**** SUPPLIED INFORMATION

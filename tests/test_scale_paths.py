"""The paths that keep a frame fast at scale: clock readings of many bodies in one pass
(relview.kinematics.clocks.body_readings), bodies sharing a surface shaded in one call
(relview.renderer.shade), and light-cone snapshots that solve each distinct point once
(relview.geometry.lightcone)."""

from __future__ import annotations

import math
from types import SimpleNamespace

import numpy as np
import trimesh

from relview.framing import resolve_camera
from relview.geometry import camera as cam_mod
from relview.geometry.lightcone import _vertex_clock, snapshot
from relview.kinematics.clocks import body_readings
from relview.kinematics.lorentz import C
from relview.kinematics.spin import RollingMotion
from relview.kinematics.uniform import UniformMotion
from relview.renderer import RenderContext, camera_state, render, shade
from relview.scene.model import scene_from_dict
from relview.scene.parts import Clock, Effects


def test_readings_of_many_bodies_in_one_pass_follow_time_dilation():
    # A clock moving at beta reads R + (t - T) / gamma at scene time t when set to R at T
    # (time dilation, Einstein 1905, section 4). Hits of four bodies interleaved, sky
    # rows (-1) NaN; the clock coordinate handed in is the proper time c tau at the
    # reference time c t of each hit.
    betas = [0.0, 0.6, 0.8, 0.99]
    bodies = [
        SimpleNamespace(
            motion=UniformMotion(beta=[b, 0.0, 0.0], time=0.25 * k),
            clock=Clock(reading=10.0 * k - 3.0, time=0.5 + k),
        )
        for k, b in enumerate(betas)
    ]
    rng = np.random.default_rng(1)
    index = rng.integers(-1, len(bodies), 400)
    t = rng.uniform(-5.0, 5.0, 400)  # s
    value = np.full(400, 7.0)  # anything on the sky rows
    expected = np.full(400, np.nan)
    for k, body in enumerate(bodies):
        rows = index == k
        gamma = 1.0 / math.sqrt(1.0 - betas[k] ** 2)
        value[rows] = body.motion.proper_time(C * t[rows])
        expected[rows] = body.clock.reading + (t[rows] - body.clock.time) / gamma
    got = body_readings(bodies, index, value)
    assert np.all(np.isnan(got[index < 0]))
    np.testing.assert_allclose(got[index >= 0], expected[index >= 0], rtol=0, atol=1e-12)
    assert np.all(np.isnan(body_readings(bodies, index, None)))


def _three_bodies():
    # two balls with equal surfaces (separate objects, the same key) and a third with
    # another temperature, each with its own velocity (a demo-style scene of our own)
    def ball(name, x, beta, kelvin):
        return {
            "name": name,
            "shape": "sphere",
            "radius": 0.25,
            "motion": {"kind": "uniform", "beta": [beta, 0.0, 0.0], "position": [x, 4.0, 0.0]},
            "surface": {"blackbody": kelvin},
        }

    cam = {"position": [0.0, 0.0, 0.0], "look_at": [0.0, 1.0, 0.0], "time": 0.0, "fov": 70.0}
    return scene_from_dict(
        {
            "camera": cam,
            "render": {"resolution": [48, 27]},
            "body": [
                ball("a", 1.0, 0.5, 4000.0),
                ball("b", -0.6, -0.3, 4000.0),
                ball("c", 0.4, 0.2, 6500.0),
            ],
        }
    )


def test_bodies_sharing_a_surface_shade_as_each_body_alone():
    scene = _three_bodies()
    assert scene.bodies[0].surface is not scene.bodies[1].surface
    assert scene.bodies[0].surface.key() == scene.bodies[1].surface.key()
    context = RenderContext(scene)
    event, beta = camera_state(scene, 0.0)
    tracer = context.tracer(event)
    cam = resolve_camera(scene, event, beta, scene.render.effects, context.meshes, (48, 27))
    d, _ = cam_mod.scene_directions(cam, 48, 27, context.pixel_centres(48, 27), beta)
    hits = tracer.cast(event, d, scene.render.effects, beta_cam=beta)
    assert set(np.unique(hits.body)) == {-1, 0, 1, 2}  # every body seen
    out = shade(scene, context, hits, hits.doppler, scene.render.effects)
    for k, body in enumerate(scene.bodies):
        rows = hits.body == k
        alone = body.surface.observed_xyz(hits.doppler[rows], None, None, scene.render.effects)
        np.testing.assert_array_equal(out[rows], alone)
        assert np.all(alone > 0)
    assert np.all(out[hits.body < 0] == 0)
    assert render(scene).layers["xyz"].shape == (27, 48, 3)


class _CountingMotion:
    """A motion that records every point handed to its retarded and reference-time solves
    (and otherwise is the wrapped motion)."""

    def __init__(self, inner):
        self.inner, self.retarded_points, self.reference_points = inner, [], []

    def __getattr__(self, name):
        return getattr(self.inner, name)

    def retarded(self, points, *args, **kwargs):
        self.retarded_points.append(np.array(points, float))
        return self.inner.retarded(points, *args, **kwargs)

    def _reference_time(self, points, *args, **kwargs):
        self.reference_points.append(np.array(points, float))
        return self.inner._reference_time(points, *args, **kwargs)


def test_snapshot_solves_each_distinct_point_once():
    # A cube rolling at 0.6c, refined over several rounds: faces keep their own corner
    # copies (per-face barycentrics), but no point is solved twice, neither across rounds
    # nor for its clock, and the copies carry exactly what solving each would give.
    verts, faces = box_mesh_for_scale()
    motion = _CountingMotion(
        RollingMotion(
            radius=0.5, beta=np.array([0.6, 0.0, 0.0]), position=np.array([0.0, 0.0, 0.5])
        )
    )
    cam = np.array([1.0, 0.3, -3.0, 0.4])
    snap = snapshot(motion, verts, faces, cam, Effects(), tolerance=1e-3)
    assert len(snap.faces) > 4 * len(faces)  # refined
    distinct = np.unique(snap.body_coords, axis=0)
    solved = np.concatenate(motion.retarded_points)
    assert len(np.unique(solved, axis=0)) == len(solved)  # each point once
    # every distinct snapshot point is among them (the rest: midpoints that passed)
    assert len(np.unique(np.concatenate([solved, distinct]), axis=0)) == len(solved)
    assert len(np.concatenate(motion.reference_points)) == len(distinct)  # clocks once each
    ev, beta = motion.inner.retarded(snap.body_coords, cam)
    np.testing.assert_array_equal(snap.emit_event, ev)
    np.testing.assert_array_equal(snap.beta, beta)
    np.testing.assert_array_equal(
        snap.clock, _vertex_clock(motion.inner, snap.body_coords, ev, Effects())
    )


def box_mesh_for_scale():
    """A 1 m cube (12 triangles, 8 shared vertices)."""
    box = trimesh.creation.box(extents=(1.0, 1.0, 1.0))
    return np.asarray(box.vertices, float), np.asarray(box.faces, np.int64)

********

> [WORK ORDER]
Only lines that contain the string "math" count; pick each one out of the records and copy it.

> [RESPONSE]
import math
        gamma = 1.0 / math.sqrt(1.0 - betas[k] ** 2)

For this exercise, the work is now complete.